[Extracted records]
package lsp

import (
	"slices"
	"strings"
	"testing"

	"go.lsp.dev/protocol"
	"go.lsp.dev/uri"
)

// The designs below are invented for the tests. The operating point of
// the divider is Ohm's law: 12 V across 1 kΩ + 2 kΩ gives 4 mA, 8.00 V at
// the tap and 32.0 mW in R2.
const lib = `# Blocks for the tests.
block pair (top, bottom) [r = 1 kΩ] {
  resistor RA (top, mid) r rated 250 mW
  resistor RB (mid, bottom) r rated 250 mW
}
`

const board = `# An invented board: a divider and a pair of resistors.
include "lib.nodal"
ground gnd
source   V1 (vin, gnd) 12 V rated 100 mA
resistor R1 (vin, tap) 1 kΩ rated 250 mW
resistor R2 (tap, gnd) 2 kΩ rated 50 mW
pair     P1 (vin, gnd)
`

// pos returns the position of the n-th (0-based) occurrence of what in
// src, plus off bytes; the sources here are ASCII before every probe.
func pos(t *testing.T, src, what string, n, off int) protocol.Position {
	t.Helper()
	i := -1
	for k := 0; k <= n; k++ {
		j := strings.Index(src[i+1:], what)
		if j < 0 {
			t.Fatalf("no %q #%d", what, n)
		}
		i += j + 1
	}
	i += off
	line := strings.Count(src[:i], "\n")
	return protocol.Position{Line: uint32(line), Character: uint32(i - (strings.LastIndex(src[:i], "\n") + 1))}
}

func openBoard(t *testing.T) (*session, uri.URI) {
	s := newSession(t, Options{})
	s.initialize()
	s.write("lib.nodal", lib)
	u := s.write("board.nodal", board)
	s.open(u, board)
	s.diagnostics(u, 1)
	return s, u
}

func hoverText(t *testing.T, s *session, u uri.URI, p protocol.Position) string {
	t.Helper()
	h, err := s.server.Hover(s.ctx, &protocol.HoverParams{TextDocumentPositionParams: protocol.TextDocumentPositionParams{
		TextDocument: protocol.TextDocumentIdentifier{URI: u}, Position: p}})
	if err != nil {
		t.Fatal(err)
	}
	if h == nil {
		t.Fatalf("no hover at %+v", p)
	}
	m, ok := h.Contents.(*protocol.MarkupContent)
	if !ok || m.Kind != protocol.MarkupKindMarkdown {
		t.Fatalf("hover contents %T", h.Contents)
	}
	return m.Value
}

func TestHover(t *testing.T) {
	s, u := openBoard(t)
	// R2: 2 kΩ with 8 V across it (Ohm's law, see above), past its 50 mW
	// rating at 32.0 mW? No: 32 mW is 64 % of 50 mW, past the derating
	// limit (60 %, nodal's default) but within the rating.
	h := hoverText(t, s, u, pos(t, board, "R2", 0, 1))
	for _, want := range []string{"**R2**", "resistor 2\\.00 kΩ", "8\\.00 V", "4\\.00 mA", "32\\.0 mW", "64 \\%", "past the derating limit"} {
		if !strings.Contains(h, want) {
			t.Errorf("hover on R2 lacks %q:\n%s", want, h)
		}
	}
	// A net's voltage.
	if h := hoverText(t, s, u, pos(t, board, "tap", 0, 0)); !strings.Contains(h, "8\\.00 V") {
		t.Errorf("hover on tap:\n%s", h)
	}
	// An instance shows its block's header, from the included file.
	if h := hoverText(t, s, u, pos(t, board, "pair ", 1, 1)); !strings.Contains(h, "block pair (top, bottom) [r = 1 kΩ] {") {
		t.Errorf("hover on the instance:\n%s", h)
	}
}

func TestHoverPastRatingWarns(t *testing.T) {
	s := newSession(t, Options{})
	s.initialize()
	// 12 V across 100 Ω: 1.44 W in a 250 mW part (P = V²/R).
	src := "ground gnd\nsource V1 (vin, gnd) 12 V\nresistor R1 (vin, gnd) 100 Ω rated 250 mW\n"
	u := s.write("hot.nodal", src)
	s.open(u, src)
	s.diagnostics(u, 1)
	h := hoverText(t, s, u, pos(t, src, "R1", 0, 0))
	for _, want := range []string{"1\\.44 W", "past the rating", "can overheat", "not a sign-off"} {
		if !strings.Contains(h, want) {
			t.Errorf("hover lacks %q:\n%s", want, h)
		}
	}
}

func TestHoverEscapesNames(t *testing.T) {
	src := "ground gnd\nsource V1 (\"<img src=x>*\", gnd) 5 V\nresistor R1 (\"<img src=x>*\", gnd) 1 kΩ\n"
	s, u := openChecked(t, "odd.nodal", src)
	h := hoverText(t, s, u, pos(t, src, "<img", 1, 0))
	if strings.Contains(strings.ReplaceAll(h, `\<`, ""), "<img") || !strings.Contains(h, `\<img src\=x\>\*`) || !strings.Contains(h, "5\\.00 V") {
		t.Errorf("net name not escaped:\n%s", h)
	}
}

func TestDefinition(t *testing.T) {
	s, u := openBoard(t)
	def := func(p protocol.Position) *protocol.Location {
		r, err := s.server.Definition(s.ctx, &protocol.DefinitionParams{TextDocumentPositionParams: protocol.TextDocumentPositionParams{
			TextDocument: protocol.TextDocumentIdentifier{URI: u}, Position: p}})
		if err != nil {
			t.Fatal(err)
		}
		l, ok := r.(*protocol.Location)
		if !ok {
			t.Fatalf("definition at %+v: %T %v", p, r, r)
		}
		return l
	}
	l := def(pos(t, board, "pair ", 1, 2))
	if !strings.HasSuffix(string(l.URI), "/lib.nodal") || l.Range.Start.Line != 1 || l.Range.Start.Character != 6 {
		t.Errorf("block definition at %+v", l)
	}
	l = def(pos(t, board, "lib.nodal", 0, 0))
	if !strings.HasSuffix(string(l.URI), "/lib.nodal") {
		t.Errorf("include definition at %+v", l)
	}
}

func TestReferencesAndSymbols(t *testing.T) {
	s, u := openBoard(t)
	refs, err := s.server.References(s.ctx, &protocol.ReferenceParams{TextDocumentPositionParams: protocol.TextDocumentPositionParams{
		TextDocument: protocol.TextDocumentIdentifier{URI: u}, Position: pos(t, board, "vin", 0, 0)}})
	if err != nil {
		t.Fatal(err)
	}
	if len(refs) != 3 {
		t.Errorf("references of vin: %v, want 3", refs)
	}
	syms, err := s.server.DocumentSymbol(s.ctx, &protocol.DocumentSymbolParams{TextDocument: protocol.TextDocumentIdentifier{URI: u}})
	if err != nil {
		t.Fatal(err)
	}
	var names []string
	for _, sym := range syms.(protocol.DocumentSymbolSlice) {
		names = append(names, sym.Name)
	}
	for _, want := range []string{"V1", "R1", "R2", "P1", "vin", "tap", "gnd"} {
		if !slices.Contains(names, want) {
			t.Errorf("document symbols %v lack %s", names, want)
		}
	}
	ws, err := s.server.Symbols(s.ctx, &protocol.WorkspaceSymbolParams{Query: "pai"})
	if err != nil {
		t.Fatal(err)
	}
	found := false
	switch ws := ws.(type) {
	case protocol.WorkspaceSymbolSlice:
		for _, sym := range ws {
			found = found || sym.Name == "pair" && sym.Kind == protocol.SymbolKindClass
		}
	case protocol.SymbolInformationSlice: // how the client side may decode it
		for _, sym := range ws {
			found = found || sym.Name == "pair" && sym.Kind == protocol.SymbolKindClass
		}
	}
	if !found {
		t.Errorf("workspace symbols for \"pai\": %v", ws)
	}
}

func TestCompletion(t *testing.T) {
	s, u := openBoard(t)
	complete := func(src string, p protocol.Position) []string {
		s.change(u, 9, src)
		r, err := s.server.Completion(s.ctx, &protocol.CompletionParams{TextDocumentPositionParams: protocol.TextDocumentPositionParams{
			TextDocument: protocol.TextDocumentIdentifier{URI: u}, Position: p}})
		if err != nil {
			t.Fatal(err)
		}
		var out []string
		for _, it := range r.(protocol.CompletionItemSlice) {
			out = append(out, it.Label)
		}
		return out
	}
	src := board + "res"
	if got := complete(src, endPos(src)); !slices.Contains(got, "resistor") || !slices.Contains(got, "pair") {
		t.Errorf("at a statement's start: %v", got)
	}
	src = board + "resistor R9 (ta"
	if got := complete(src, endPos(src)); !slices.Contains(got, "tap") || !slices.Contains(got, "vin") {
		t.Errorf("in the pins: %v", got)
	}
	src = board + "resistor R9 (tap, gnd) 10 "
	if got := complete(src, endPos(src)); !slices.Contains(got, "kΩ") {
		t.Errorf("after a number: %v", got)
	}
	src = board + "resistor R9 (tap, gnd) 10 kΩ "
	if got := complete(src, endPos(src)); !slices.Contains(got, "tol") || !slices.Contains(got, "rated") {
		t.Errorf("after the value: %v", got)
	}
}

func TestFormatting(t *testing.T) {
	s := newSession(t, Options{})
	s.initialize()
	src := "ground  gnd\nresistor R1 (a,gnd) 1 kΩ\n"
	u := s.write("f.nodal", src)
	s.open(u, src)
	edits, err := s.server.Formatting(s.ctx, &protocol.DocumentFormattingParams{TextDocument: protocol.TextDocumentIdentifier{URI: u}})
	if err != nil {
		t.Fatal(err)
	}
	if len(edits) != 1 || edits[0].NewText != "ground gnd\nresistor R1 (a, gnd) 1 kΩ\n" || edits[0].Range.End.Line != 2 {
		t.Errorf("formatting edits: %+v", edits)
	}
}

func TestCodeActions(t *testing.T) {
	src := "ground gnd\nsource V1 (vin, gnd) 5 V\nresistor R1 (vin, gnd) 1 kΩ\nresistor R2 (vim, gnd) 4.7\n"
	s, u := openChecked(t, "a.nodal", src)
	acts, err := s.server.CodeAction(s.ctx, &protocol.CodeActionParams{TextDocument: protocol.TextDocumentIdentifier{URI: u},
		Range: protocol.Range{Start: protocol.Position{Line: 3}, End: protocol.Position{Line: 3, Character: 30}}})
	if err != nil {
		t.Fatal(err)
	}
	got := map[string]string{}
	for _, a := range acts {
		ca := a.(*protocol.CodeAction)
		edits := ca.Edit.Changes[u]
		if len(edits) != 1 {
			t.Fatalf("%s: %d edits", ca.Title, len(edits))
		}
		got[ca.Title] = edits[0].NewText
	}
	for title, text := range map[string]string{
		"write vin":         "vin",
		"write the unit: Ω": " Ω",
		"declare vim a port (a net that leaves the file)":     "port vim\n",
		"Accept this floating-net finding (write the reason)": "  # nodal: accept floating-net because <reason>",
	} {
		if got[title] != text {
			t.Errorf("action %q: %q (all: %q)", title, got[title], got)
		}
	}
}

// TestBrokenInputNeverStops feeds the server half-typed and hostile text
// and asks it for everything: it answers and keeps publishing.
func TestBrokenInputNeverStops(t *testing.T) {
	s := newSession(t, Options{})
	s.initialize()
	u := s.write("b.nodal", "")
	s.open(u, "")
	s.diagnostics(u, 1)
	for i, src := range []string{"resistor R1 (", "\xff\xfe\x00ground\x80", "block b (x) {\n  b B (x)\n}\nb X (y)\n", "\"" + strings.Repeat("x", 5000), "(((((", "include \"../../../../etc/passwd\"\n"} {
		v := int32(i + 2)
		s.change(u, v, src)
		s.diagnostics(u, v)
		for line := uint32(0); line < 3; line++ {
			p := protocol.TextDocumentPositionParams{TextDocument: protocol.TextDocumentIdentifier{URI: u}, Position: protocol.Position{Line: line, Character: 3}}
			s.server.Hover(s.ctx, &protocol.HoverParams{TextDocumentPositionParams: p})
			s.server.Definition(s.ctx, &protocol.DefinitionParams{TextDocumentPositionParams: p})
			s.server.Completion(s.ctx, &protocol.CompletionParams{TextDocumentPositionParams: p})
			s.server.References(s.ctx, &protocol.ReferenceParams{TextDocumentPositionParams: p})
		}
		if _, err := s.server.Formatting(s.ctx, &protocol.DocumentFormattingParams{TextDocument: protocol.TextDocumentIdentifier{URI: u}}); err != nil {
			t.Fatalf("formatting %q: %v", src, err)
		}
	}
}

// endPos is the position at the end of src (ASCII on its last line).
func endPos(src string) protocol.Position {
	return protocol.Position{Line: uint32(strings.Count(src, "\n")), Character: uint32(len(src) - strings.LastIndex(src, "\n") - 1)}
}

// TestHoverWorstCase: with tolerances, hover gives each rating's worst
// case and a net's range. The divider is invented: 12 V over 1 kΩ and
// 2 kΩ, each 5 %; the tap moves around 8 V.
func TestHoverWorstCase(t *testing.T) {
	src := "ground gnd\nsource V1 (vin, gnd) 12 V\nresistor R1 (vin, tap) 1 kΩ tol 5% rated 250 mW\nresistor R2 (tap, gnd) 2 kΩ tol 5% rated 250 mW\n"
	s, u := openChecked(t, "w.nodal", src)
	if h := hoverText(t, s, u, pos(t, src, "R2", 0, 0)); !strings.Contains(h, "worst case over the tolerances") {
		t.Errorf("hover on R2 without its worst case:\n%s", h)
	}
	if h := hoverText(t, s, u, pos(t, src, "tap", 0, 0)); !strings.Contains(h, "over the tolerances") {
		t.Errorf("hover on tap without its range:\n%s", h)
	}
}

// TestHoverDriveRange: on a port whose drive is a range, hover says the
// range, the middle it is solved at, and the net's range. The port sits
// behind no resistance here, so its net spans the drive's range exactly.
func TestHoverDriveRange(t *testing.T) {
	src := "ground gnd\nport vin 4.5 V to 5.5 V\nresistor R1 (vin, gnd) 1 kΩ\nport vb 2 V series 10 Ω\nresistor R2 (vb, gnd) 1 kΩ\n"
	s, u := openChecked(t, "r.nodal", src)
	h := hoverText(t, s, u, pos(t, src, "vin", 0, 0))
	for _, want := range []string{"voltage drive of 4\\.50 V to 5\\.50 V", "5\\.00 V", "from 4\\.50 V to 5\\.50 V over the tolerances and drive ranges"} {
		if !strings.Contains(h, want) {
			t.Errorf("hover on vin lacks %q:\n%s", want, h)
		}
	}
	if h := hoverText(t, s, u, pos(t, src, "vb", 0, 0)); !strings.Contains(h, "voltage drive of 2\\.00 V behind 10\\.0 Ω") {
		t.Errorf("hover on vb:\n%s", h)
	}
}

// TestHoverRegulator: hover on a regulator in dropout says what it
// delivers, draws and dissipates, and its region.
func TestHoverRegulator(t *testing.T) {
	src := "ground gnd\nsource VB (vb, gnd) 3.4 V\nregulator U1 (vb, v3, gnd) 3.3 V dropout 300 mV quiescent 1 mA\nresistor RL (v3, gnd) 31 Ω\n"
	s, u := openChecked(t, "r.nodal", src)
	h := hoverText(t, s, u, pos(t, src, "U1", 0, 0))
	// 3.1 V into 31 Ω: 100 mA out, 101 mA in at 3.4 V; (3.4 − 3.1)·0.1 +
	// 3.4·0.001 = 33.4 mW dissipated (energy balance).
	for _, want := range []string{"delivers 100 mA at 3\\.10 V", "draws 101 mA at 3\\.40 V", "dissipates 33\\.4 mW", "in dropout"} {
		if !strings.Contains(h, want) {
			t.Errorf("hover on U1 lacks %q:\n%s", want, h)
		}
	}
}

// openChecked starts a session, writes src to a file of that name, opens
// it and waits for its first diagnostics: the design has been checked.
func openChecked(t *testing.T, name, src string) (*session, uri.URI) {
	t.Helper()
	s := newSession(t, Options{})
	s.initialize()
	u := s.write(name, src)
	s.open(u, src)
	s.diagnostics(u, 1)
	return s, u
}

**EXERCISE OBJECTIVE**
Reproduce, exactly as they stand in the data above, the lines from the one that holds "A net's voltage." to the one that holds "def := func(p", inclusive.

**EXERCISE RESULT**
	// A net's voltage.
	if h := hoverText(t, s, u, pos(t, board, "tap", 0, 0)); !strings.Contains(h, "8\\.00 V") {
		t.Errorf("hover on tap:\n%s", h)
	}
	// An instance shows its block's header, from the included file.
	if h := hoverText(t, s, u, pos(t, board, "pair ", 1, 1)); !strings.Contains(h, "block pair (top, bottom) [r = 1 kΩ] {") {
		t.Errorf("hover on the instance:\n%s", h)
	}
}

func TestHoverPastRatingWarns(t *testing.T) {
	s := newSession(t, Options{})
	s.initialize()
	// 12 V across 100 Ω: 1.44 W in a 250 mW part (P = V²/R).
	src := "ground gnd\nsource V1 (vin, gnd) 12 V\nresistor R1 (vin, gnd) 100 Ω rated 250 mW\n"
	u := s.write("hot.nodal", src)
	s.open(u, src)
	s.diagnostics(u, 1)
	h := hoverText(t, s, u, pos(t, src, "R1", 0, 0))
	for _, want := range []string{"1\\.44 W", "past the rating", "can overheat", "not a sign-off"} {
		if !strings.Contains(h, want) {
			t.Errorf("hover lacks %q:\n%s", want, h)
		}
	}
}

func TestHoverEscapesNames(t *testing.T) {
	src := "ground gnd\nsource V1 (\"<img src=x>*\", gnd) 5 V\nresistor R1 (\"<img src=x>*\", gnd) 1 kΩ\n"
	s, u := openChecked(t, "odd.nodal", src)
	h := hoverText(t, s, u, pos(t, src, "<img", 1, 0))
	if strings.Contains(strings.ReplaceAll(h, `\<`, ""), "<img") || !strings.Contains(h, `\<img src\=x\>\*`) || !strings.Contains(h, "5\\.00 V") {
		t.Errorf("net name not escaped:\n%s", h)
	}
}

func TestDefinition(t *testing.T) {
	s, u := openBoard(t)
	def := func(p protocol.Position) *protocol.Location {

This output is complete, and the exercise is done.